Open Ashutosh1995 opened 3 months ago
Also in the training code, you are using point coordinates, what if I want to use boxes as prompts during custom dataset training?
Hi @Ashutosh1995 ,
Thanks a lot @czg1225 for your reply! Let me have a look at this issue and see if I can replicate it on my dataset.
@czg1225 thanks for your help, I was able to train the model using box prompts. My custom dataset has 1306 training images and 293 validation images. During inference also, I supplied box prompts and my output looks like this
I wanted to segment the bottom card alone but in my instances I am getting the card on the top as well.
Can you please suggest what should I do to improve this?
Hi @Ashutosh1995 , I don't know which model you used for the inference phase. If you're using your own trained SlimSAM, I recommend you to further training for more iterations or reduce the pruning ratio. On the other hand, if you're employing our pre-trained SlimSAM, it would be advantageous to utilize more precise bounding boxes (A box that completely surrounds the bottom card). The current box prompt used may pose challenges in achieving the desired outcomes, a difficulty that might persist even when using the original SAM-H model.
Another possible solution is to use the prompt which combines the point and box. You can find more details about the combination prompt in SAM's notebook: https://github.com/facebookresearch/segment-anything/blob/main/notebooks/predictor_example.ipynb
Thanks for your reply @czg1225. With default settings, I trained SlimSAM on my custom dataset with 0.5 as pruning ratio. I was also thinking of reducing the pruning ratio and training for more iterations. How much would you recommend given that I have an image containing multiple stack of cards placed on top of each other?

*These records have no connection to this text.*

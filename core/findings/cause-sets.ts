import { logGamma } from '../statistics/log-gamma.ts'

/** What the likelihood needs of one cause. */
export interface CauseWindow {
  /** Exposed energised hours, > 0. */
  readonly hours: number
  /**
   * Per trip: the chance of this trip under the cause over its chance under the background, both per unit of
   * intensity. 0 outside the exposure, 1 inside, a share for a trip known only as an interval, times whatever the
   * leakage before the trip says for this cause.
   */
  readonly weights: Float64Array
}

export interface Marginal {
  /** Natural log of the marginal likelihood. */
  readonly log: number
  /** Expected number of trips each cause made, in order. */
  readonly expected: readonly number[]
}

/**
 * Priors. A cause is expected to make about as many trips as were seen (gamma of shape 1: one trip's worth of
 * information). Beside a cause the background is expected to make a fifth of them, without one all.
 */
const CAUSE_SHAPE = 1
const BACKGROUND_SHAPE = 0.5
const BACKGROUND_SHARE = 0.2

/** Above this many trips touched by two or more causes the exact sum gives way to Laplace's approximation. */
const EXACT_TRIPS = [Number.POSITIVE_INFINITY, 400, 40, 22] as const

type Method = 'exact' | 'laplace' | 'by-cost'

interface Prior {
  readonly shape: number
  /** Hours: prior mean intensity is shape / rate. */
  readonly rate: number
  readonly hours: number
}

/**
 * Marginal likelihood of trips at intensity λ₀ + Σ λⱼ xⱼ(t) over `hours` of energised time, gamma priors integrated
 * out. The product over trips of (λ₀ + Σ wᵢⱼ λⱼ) is expanded by how many trips each cause made, and every term is a
 * product of gamma integrals: closed form, checked against numerical integration in the tests. For many trips and
 * several causes, Laplace's approximation in log λ at the mode found by expectation-maximisation.
 * Cost: n² for one cause, n³ for two, n⁴ for three, over the n trips that any cause touches.
 */
export function marginal(
  hours: number,
  trips: number,
  causes: readonly CauseWindow[],
  method: Method = 'by-cost',
): Marginal {
  return marginals(hours, trips, [causes], method)[0]!
}

/** `marginal` of the same causes measured in several ways; ways that share their weights share most of the work. */
export function marginals(
  hours: number,
  trips: number,
  ways: readonly (readonly CauseWindow[])[],
  method: Method = 'by-cost',
): Marginal[] {
  let before: readonly CauseWindow[] = []
  let expansion: Expansion | null = null
  return ways.map((causes) => {
    const priors = priorsOf(hours, trips, causes)
    if (causes.length === 0) return { log: gammaIntegrals(priors[0]!, trips)[trips]!, expected: [] }
    if (expansion === null || !causes.every((c, j) => c.weights === before[j]?.weights)) {
      const touched: number[] = []
      const weights = causes.map((c) => c.weights)
      for (let i = 0; i < trips; i++) if (weights.some((w) => w[i]! > 0)) touched.push(i)
      const isCostly = touched.length > EXACT_TRIPS[causes.length]!
      if (method === 'laplace' || (method === 'by-cost' && isCostly)) return laplace(trips, causes, priors)
      expansion = expansionOf(causes, touched)
      before = causes
    }
    return exact(
      trips,
      expansion,
      priors.map((p) => gammaIntegrals(p, trips)),
    )
  })
}

function priorsOf(hours: number, trips: number, causes: readonly CauseWindow[]): Prior[] {
  const seen = Math.max(1, trips)
  const priors: Prior[] =
    causes.length === 0
      ? [{ shape: 1, rate: hours / seen, hours }]
      : [{ shape: BACKGROUND_SHAPE, rate: (BACKGROUND_SHAPE * hours) / (BACKGROUND_SHARE * seen), hours }]
  for (const c of causes) priors.push({ shape: CAUSE_SHAPE, rate: (CAUSE_SHAPE * c.hours) / seen, hours: c.hours })
  return priors
}

/** ln Γ(shape + k) for k = 0, 1, …, kept for the two shapes in use. */
const logGammas = new Map<number, number[]>()

function logGammaAt(shape: number, k: number): number {
  let table = logGammas.get(shape)
  if (table === undefined) {
    table = []
    logGammas.set(shape, table)
  }
  for (let j = table.length; j <= k; j++) table.push(logGamma(shape + j))
  return table[k]!
}

/** ln ∫ λ^k e^(−λ hours) gamma(λ; shape, rate) dλ for k from 0 to `most`. */
function gammaIntegrals({ shape, rate, hours }: Prior, most: number): Float64Array {
  const start = shape * Math.log(rate) - logGammaAt(shape, 0)
  const slope = Math.log(rate + hours)
  const integrals = new Float64Array(most + 1)
  for (let k = 0; k <= most; k++) integrals[k] = start + logGammaAt(shape, k) - (shape + k) * slope
  return integrals
}

/** The product over trips of (1 + Σ wᵢⱼ xⱼ), expanded: what does not depend on how long anything was exposed. */
interface Expansion {
  /** ln of the coefficient of x₁^k₁ x₂^k₂ …, at k₁ + side k₂ + side² k₃; −∞ where it is none. */
  readonly logs: Float64Array
  readonly side: number
  /** ln of what was divided out on the way. */
  readonly scale: number
}

function expansionOf(causes: readonly CauseWindow[], touched: readonly number[]): Expansion {
  const m = causes.length
  const side = touched.length + 1
  const size = side ** m
  const coefficients = new Float64Array(size)
  coefficients[0] = 1
  const weights = causes.map((c) => c.weights)
  const stride = causes.map((_, j) => side ** j)
  let scale = 0
  for (let done = 0; done < touched.length; done++) {
    const trip = touched[done]!
    let sum = 1
    for (const w of weights) sum += w[trip]!
    scale += Math.log(sum)
    if (m === 1) multiplyByOne(coefficients, done + 1, weights[0]![trip]!, sum)
    else {
      const top = Math.min(size - 1, (done + 1) * stride[m - 1]! + stride[m - 1]! - 1)
      multiplyBy(coefficients, top, side, stride, weights, trip, sum)
    }
  }
  const logs = new Float64Array(size)
  for (let at = 0; at < size; at++) {
    const c = coefficients[at]!
    logs[at] = c > 0 ? Math.log(c) : Number.NEGATIVE_INFINITY
  }
  return { logs, side, scale }
}

/** Multiplies a polynomial in one unknown by (1 + w x) / sum, in place. */
function multiplyByOne(coefficients: Float64Array, top: number, w: number, sum: number): void {
  for (let at = top; at > 0; at--) coefficients[at] = (coefficients[at]! + w * coefficients[at - 1]!) / sum
  coefficients[0] = coefficients[0]! / sum
}

/** The same in two or three unknowns. */
function multiplyBy(
  coefficients: Float64Array,
  top: number,
  side: number,
  stride: readonly number[],
  weights: readonly Float64Array[],
  trip: number,
  sum: number,
): void {
  const m = weights.length
  for (let at = top; at >= 0; at--) {
    let value = coefficients[at]!
    let rest = at
    for (let j = 0; j < m; j++) {
      if (rest % side > 0) value += weights[j]![trip]! * coefficients[at - stride[j]!]!
      rest = Math.trunc(rest / side)
    }
    coefficients[at] = value / sum
  }
}

function exact(
  trips: number,
  { logs: expanded, side, scale }: Expansion,
  integrals: readonly Float64Array[],
): Marginal {
  const m = integrals.length - 1
  const size = expanded.length
  const [background] = integrals
  const logs = new Float64Array(size)
  let largest = Number.NEGATIVE_INFINITY
  for (let at = 0; at < size; at++) {
    let log = expanded[at]!
    if (log > Number.NEGATIVE_INFINITY) {
      let used = 0
      let rest = at
      for (let j = 1; j <= m; j++) {
        const digit = rest % side
        used += digit
        log += integrals[j]![digit]!
        rest = Math.trunc(rest / side)
      }
      log += background![trips - used]!
      if (log > largest) largest = log
    }
    logs[at] = log
  }
  let total = 0
  const expected = new Array<number>(m).fill(0)
  for (let at = 0; at < size; at++) {
    const weight = Math.exp(logs[at]! - largest)
    total += weight
    let rest = at
    for (let j = 0; j < m; j++) {
      expected[j]! += weight * (rest % side)
      rest = Math.trunc(rest / side)
    }
  }
  return { log: largest + Math.log(total) + scale, expected: expected.map((e) => e / total) }
}

function laplace(trips: number, causes: readonly CauseWindow[], priors: readonly Prior[]): Marginal {
  const n = priors.length
  // rows of weights by trip, the background's 1 first
  const weights = new Float64Array(trips * n).fill(1)
  causes.forEach((c, j) => {
    for (let i = 0; i < trips; i++) weights[i * n + j + 1] = c.weights[i]!
  })
  const rates = Float64Array.from(priors, (p) => (p.shape + trips / n) / (p.rate + p.hours))
  const made = new Float64Array(n)
  for (let round = 0; round < 500; round++) {
    made.fill(0)
    for (let at = 0; at < weights.length; at += n) {
      let sum = 0
      for (let j = 0; j < n; j++) sum += weights[at + j]! * rates[j]!
      for (let j = 0; j < n; j++) made[j]! += (weights[at + j]! * rates[j]!) / sum
    }
    let moved = 0
    for (let j = 0; j < n; j++) {
      const next = (priors[j]!.shape + made[j]!) / (priors[j]!.rate + priors[j]!.hours)
      moved = Math.max(moved, Math.abs(next / rates[j]! - 1))
      rates[j] = next
    }
    if (moved < 1e-9) break
  }
  const curvature = priors.map((p, j) => priors.map((_, k) => (j === k ? p.shape : 0)))
  let log = (n / 2) * Math.log(2 * Math.PI)
  for (let at = 0; at < weights.length; at += n) {
    let sum = 0
    for (let j = 0; j < n; j++) sum += weights[at + j]! * rates[j]!
    log += Math.log(sum)
    for (let j = 0; j < n; j++) {
      for (let k = 0; k < n; k++)
        curvature[j]![k]! += (weights[at + j]! * rates[j]! * weights[at + k]! * rates[k]!) / (sum * sum)
    }
  }
  priors.forEach((p, j) => {
    log +=
      p.shape * Math.log(p.rate) - logGamma(p.shape) + p.shape * Math.log(rates[j]!) - (p.rate + p.hours) * rates[j]!
  })
  return { log: log - 0.5 * logDeterminant(curvature), expected: [...made.subarray(1)] }
}

/** Of a small positive-definite matrix, by elimination. */
function logDeterminant(matrix: readonly (readonly number[])[]): number {
  const a = matrix.map((row) => [...row])
  let log = 0
  for (let k = 0; k < a.length; k++) {
    log += Math.log(a[k]![k]!)
    for (let i = k + 1; i < a.length; i++) {
      const factor = a[i]![k]! / a[k]![k]!
      for (let j = k; j < a.length; j++) a[i]![j]! -= factor * a[k]![j]!
    }
  }
  return log
}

I was also getting an idea that point prompt in this case would make more sense. Let me try that also with both the prompts.
Before you train the SlimSAM, I recommend you use the original SAM to infer with the same prompt and see if this bad case still exists. If the original SAM performs well under the same prompt then reducing the pruning ratio is useful. Conversely, if the original SAM also underperforms, reducing the pruning ratio may not lead to improvements.

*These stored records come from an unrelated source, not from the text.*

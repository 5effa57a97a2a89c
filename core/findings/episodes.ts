import type { TimelineTrip } from '../timeline/timeline.ts'

/** A trip so soon after the device was closed again is the same fault, still there: no news about a rate. */
const EPISODE_MS = 15 * 60_000

/** The trips that count for a rate: of repeats soon after closing again only the first. In order of time. */
export function episodes(trips: readonly TimelineTrip[]): TimelineTrip[] {
  const kept: TimelineTrip[] = []
  let closed = Number.NEGATIVE_INFINITY
  for (const trip of trips) {
    if (trip.from - closed >= EPISODE_MS) kept.push(trip)
    closed = Math.max(closed, trip.restoredAt ?? Number.NEGATIVE_INFINITY)
  }
  return kept
}
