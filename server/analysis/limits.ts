/** Analysis has no room for another question now. */
export class TooBusy extends Error {
  constructor(message: string) {
    super(message)
    this.name = 'TooBusy'
  }
}

/** The question asks for more than one analysis may load. */
export class TooMuch extends Error {
  constructor(message: string) {
    super(message)
    this.name = 'TooMuch'
  }
}

/** The longest span one question may ask about. */
export const MAX_SPAN_MS: number = 3_653 * 86_400_000
/** The most readings one analysis loads: 16 bytes each. */
export const MAX_READINGS_LOADED = 20_000_000
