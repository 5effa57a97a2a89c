import type { Series } from '../timeline/series.ts'
import { intersect, type Spans, totalMs } from '../timeline/spans.ts'
import type { Timeline } from '../timeline/timeline.ts'
import { heldAbove } from './windows/held.ts'
import { HOUR_MS } from './windows/trip-share.ts'
import type { Drying } from './windows/weather-windows.ts'

/** Correlation of wetness and level below which the level does not go with rain at all. */
const LEAST_CORRELATION = 0.2
/** Wet and dry, as shares of the highest wetness. */
const WET = 0.5
const DRY = 0.05

/** How far the leakage stands higher when it is wet. */
export interface WetLift {
  readonly ma: number
  /** Of the drying law that fits best: half-life and lag, h, and its correlation with the level. */
  readonly halfLife: number
  readonly lag: number
  readonly correlation: number
}

/** The law that goes with the level best. */
export function bestDrying(laws: readonly Drying[]): Drying {
  return laws.reduce((a, b) => (b.correlation > a.correlation ? b : a))
}

/** Mean level in wet hours less that in dry ones, by the drying law that fits best; null without rain in both. Linear. */
export function wetLift(timeline: Timeline, remainder: Series, laws: readonly Drying[]): WetLift | null {
  if (laws.length === 0) return null
  const { wetness, halfLife, lag, correlation } = bestDrying(laws)
  if (correlation < LEAST_CORRELATION) return { ma: 0, halfLife, lag, correlation }
  const peak = wetness.v.reduce((a, b) => Math.max(a, b), 0)
  if (peak <= 0) return null
  const wet = heldAbove(wetness, WET * peak, true, lag * HOUR_MS).inside
  const dry = heldAbove(wetness, DRY * peak, false, lag * HOUR_MS).inside
  const ma =
    meanWithin(remainder, intersect(wet, timeline.energised)) -
    meanWithin(remainder, intersect(dry, timeline.energised))
  return Number.isNaN(ma) ? null : { ma, halfLife, lag, correlation }
}

function meanWithin({ t, v }: Series, spans: Spans): number {
  if (totalMs(spans) === 0) return Number.NaN
  let sum = 0
  let n = 0
  let k = 0
  for (let i = 0; i < spans.length; i += 2) {
    while (k < t.length && t[k]! < spans[i]!) k++
    for (; k < t.length && t[k]! < spans[i + 1]!; k++) {
      sum += v[k]!
      n++
    }
  }
  return n === 0 ? Number.NaN : sum / n
}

This is the output from the SAM model using only the box prompt using ViT-H model.
Through SlimSAM, can we use both box and point prompts both to train the model as you had suggested earlier ?
I also tried using https://github.com/luca-medeiros/lightning-sam but I think the same issue will persist over there as well right?

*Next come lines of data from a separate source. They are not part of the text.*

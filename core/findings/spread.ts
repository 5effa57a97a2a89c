import type { BudgetLine } from '../contract/findings.ts'
import { CoreError } from '../errors.ts'

/** More circuits than this are spread by the largest-first rule, which is not always the best. */
export const MOST_EXACT = 24
/** Two spreads closer than this are the same to any clamp, mA. */
const SAME_MA = 0.01

/** Circuits over devices. */
export interface Spread {
  /** Circuits of each device; the most loaded device first, each in the order given. */
  readonly devices: readonly { readonly of: readonly string[]; readonly ma: number; readonly highMa: number }[]
  /** Upper end of the most loaded device, mA. */
  readonly worstMa: number
  /** Circuits without a figure, left out. */
  readonly unjudged: readonly string[]
  /** False when there were too many circuits to try all. */
  readonly exact: boolean
}

/**
 * Splits circuits over `n` devices so that the most loaded one, by the upper ends of its circuits' intervals, stays
 * least (methods.md §11): branch and bound, largest first, the first spread by Graham's rule (1969). Within 0.01 mA of the
 * best up to 24 circuits. Takes the circuits' lines of the budget; loads are part of theirs. What leaks less than nothing counts as nothing.
 * @throws {CoreError} out_of_range when n is no whole number from 1 to 24
 */
export function spread(lines: readonly BudgetLine[], n: number): Spread {
  if (!Number.isInteger(n) || n < 1 || n > 24)
    throw new CoreError('out_of_range', `spread needs 1 to 24 devices, got ${n}`)
  const circuits = lines.filter((line) => line.of.startsWith('circuit:'))
  const judged = circuits.filter((line) => line.ma !== null)
  const sizes = judged.map((line) => Math.max(0, line.high ?? line.ma ?? 0))
  const order = sizes.map((_, i) => i).sort((a, b) => sizes[b]! - sizes[a]! || a - b)
  const sorted = Float64Array.from(order, (i) => sizes[i]!)
  const exact = sorted.length <= MOST_EXACT
  const first = largestFirst(sorted, n)
  const best = exact ? branchAndBound(sorted, n, first) : first
  const devices = Array.from({ length: n }, (_, device) => {
    const members = judged.filter((_, i) => best[order.indexOf(i)] === device)
    return {
      of: members.map((line) => line.of),
      ma: members.reduce((sum, line) => sum + Math.max(0, line.ma ?? 0), 0),
      highMa: members.reduce((sum, line) => sum + Math.max(0, line.high ?? line.ma ?? 0), 0),
    }
  })
  devices.sort((a, b) => b.highMa - a.highMa || (a.of.join() < b.of.join() ? -1 : 1))
  return {
    devices,
    worstMa: devices[0]!.highMa,
    unjudged: circuits.filter((line) => line.ma === null).map((line) => line.of),
    exact,
  }
}

/** Each, largest first, to the device with least on it: at most 4/3 of the best (Graham 1969). */
function largestFirst(sizes: Float64Array, n: number): Uint8Array {
  const loads = new Float64Array(n)
  return Uint8Array.from(sizes, (size) => {
    let least = 0
    for (let d = 1; d < n; d++) if (loads[d]! < loads[least]!) least = d
    loads[least]! += size
    return least
  })
}

function branchAndBound(sizes: Float64Array, n: number, first: Uint8Array): Uint8Array {
  const rest = new Float64Array(sizes.length + 1)
  for (let i = sizes.length - 1; i >= 0; i--) rest[i] = rest[i + 1]! + sizes[i]!
  const floor = Math.max(rest[0]! / n, sizes[0] ?? 0)
  const loads = new Float64Array(n)
  first.forEach((device, i) => {
    loads[device]! += sizes[i]!
  })
  let bestWorst = Math.max(...loads)
  let best = first
  loads.fill(0)
  const chosen = new Uint8Array(sizes.length)
  // Same devices' loads at the same depth, in whatever order, end the same: look at them once.
  const seen = new Set<string>()

  const place = (i: number, worst: number): void => {
    if (bestWorst <= floor + SAME_MA / 2) return
    if (i === sizes.length) {
      bestWorst = worst
      best = chosen.slice()
      return
    }
    if (seen.size < 500_000) {
      const key = `${i}:${Array.from(loads, (x) => Math.round(x / (SAME_MA / 50)))
        .sort((a, b) => a - b)
        .join()}`
      if (seen.has(key)) return
      seen.add(key)
    }
    const tried: number[] = []
    const devices = Array.from(loads.keys()).sort((a, b) => loads[a]! - loads[b]! || a - b)
    for (const device of devices) {
      const held = loads[device]!
      const load = held + sizes[i]!
      // Devices with equal loads are interchangeable.
      if (load >= bestWorst - SAME_MA / 2 || tried.includes(held)) continue
      tried.push(held)
      loads[device] = load
      chosen[i] = device
      place(i + 1, Math.max(worst, load))
      loads[device] = held
    }
  }
  place(0, 0)
  return best
}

Thanks a lot @czg1225 for your valuable feedback! Let me adjust the data accordingly and get back to you. Please keep this thread open!
@czg1225 is it possible to train with both boxes and points and infer the model with just boxes and still attain good masks?
@Ashutosh1995 , the training process of SlimSAM conducts knowledge distillation on the image embedding of the image encoder. So the training process needs no prompts, only the validation phase needs prompts. As a result, you won't meet problems when infering with box prompt or point prompt.
That means @czg1225 that if I give the box prompt only or if I give the box + point prompt combined, the performance would remain the same?
@Ashutosh1995 In a nutshell, different prompts only affect the inference phase but not the training phase. So if you use a more accurate prompt, you may have a better result in the inference phase. But you do not need to think about the prompt when you train the SlimSAM.
@czg1225 thanks a lot for answering all the doubts I had. Let me also try with both the SlimSAM and Lightning-SAM model to see if both the point and box prompts help me in this case!
Hi @czg1225
Thanks for this repo!
Can you please tell how can I do batch prompting by giving multiple boxes as prompts to the model?
Right now, predict function takes one numpy array of length 4
Also can you please clarify that for custom dataset training, does each image file should have a corresponding json or a single json for the whole folder is enough since I am getting this error. I have se gradsize to be 100 and 1000. My training images are 1306 and validation are 293.